Dataset excerpts
= Beginning of Section =
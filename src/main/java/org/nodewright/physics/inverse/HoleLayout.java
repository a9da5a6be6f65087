package org.nodewright.physics.inverse;

import java.util.Arrays;
import org.nodewright.physics.Require;

/**
 * What the tone-hole solver may move: the centre of every hole from the input end, every hole's
 * diameter, and the length of the bore's last section (the foot), all in mm. Arrays are copied in
 * and out, so a layout never changes.
 */
public record HoleLayout(double[] positionsMm, double[] diametersMm, double footLengthMm) {

    public HoleLayout {
        if (positionsMm == null || diametersMm == null || positionsMm.length != diametersMm.length) {
            throw new IllegalArgumentException("positions and diameters must be given for the same holes");
        }
        positionsMm = positionsMm.clone();
        diametersMm = diametersMm.clone();
        for (int i = 0; i < positionsMm.length; i++) {
            if (!Double.isFinite(positionsMm[i]) || !(diametersMm[i] > 0) || !Double.isFinite(diametersMm[i])) {
                throw new IllegalArgumentException("hole " + i + " has position " + positionsMm[i] + " mm and diameter "
                        + diametersMm[i] + " mm");
            }
        }
        Require.positive("footLengthMm", footLengthMm);
    }

    public int holeCount() {
        return positionsMm.length;
    }

    public double position(int i) {
        return positionsMm[i];
    }

    public double diameter(int i) {
        return diametersMm[i];
    }

    @Override
    public double[] positionsMm() {
        return positionsMm.clone();
    }

    @Override
    public double[] diametersMm() {
        return diametersMm.clone();
    }

    @Override
    public boolean equals(Object o) {
        return o instanceof HoleLayout h && Arrays.equals(positionsMm, h.positionsMm)
                && Arrays.equals(diametersMm, h.diametersMm) && footLengthMm == h.footLengthMm;
    }

    @Override
    public int hashCode() {
        return 31 * (31 * Arrays.hashCode(positionsMm) + Arrays.hashCode(diametersMm)) + Double.hashCode(footLengthMm);
    }

    @Override
    public String toString() {
        return "HoleLayout" + Arrays.toString(positionsMm) + Arrays.toString(diametersMm) + " foot " + footLengthMm;
    }
}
= End of Section =
§ Task:
Give back every entry, word for word.

§ Answer to this exercise:
filename src/main/java/org/nodewright/physics/inverse/HoleLayout.java
repository a9da5a6be6f65087
package org.nodewright.physics.inverse;

import java.util.Arrays;
import org.nodewright.physics.Require;

/**
 * What the tone-hole solver may move: the centre of every hole from the input end, every hole's
 * diameter, and the length of the bore's last section (the foot), all in mm. Arrays are copied in
 * and out, so a layout never changes.
 */
public record HoleLayout(double[] positionsMm, double[] diametersMm, double footLengthMm) {

    public HoleLayout {
        if (positionsMm == null || diametersMm == null || positionsMm.length != diametersMm.length) {
            throw new IllegalArgumentException("positions and diameters must be given for the same holes");
        }
        positionsMm = positionsMm.clone();
        diametersMm = diametersMm.clone();
        for (int i = 0; i < positionsMm.length; i++) {
            if (!Double.isFinite(positionsMm[i]) || !(diametersMm[i] > 0) || !Double.isFinite(diametersMm[i])) {
                throw new IllegalArgumentException("hole " + i + " has position " + positionsMm[i] + " mm and diameter "
                        + diametersMm[i] + " mm");
            }
        }
        Require.positive("footLengthMm", footLengthMm);
    }

    public int holeCount() {
        return positionsMm.length;
    }

    public double position(int i) {
        return positionsMm[i];
    }

    public double diameter(int i) {
        return diametersMm[i];
    }

    @Override
    public double[] positionsMm() {
        return positionsMm.clone();
    }

    @Override
    public double[] diametersMm() {
        return diametersMm.clone();
    }

    @Override
    public boolean equals(Object o) {
        return o instanceof HoleLayout h && Arrays.equals(positionsMm, h.positionsMm)
                && Arrays.equals(diametersMm, h.diametersMm) && footLengthMm == h.footLengthMm;
    }

    @Override
    public int hashCode() {
        return 31 * (31 * Arrays.hashCode(positionsMm) + Arrays.hashCode(diametersMm)) + Double.hashCode(footLengthMm);
    }

    @Override
    public String toString() {
        return "HoleLayout" + Arrays.toString(positionsMm) + Arrays.toString(diametersMm) + " foot " + footLengthMm;
    }
}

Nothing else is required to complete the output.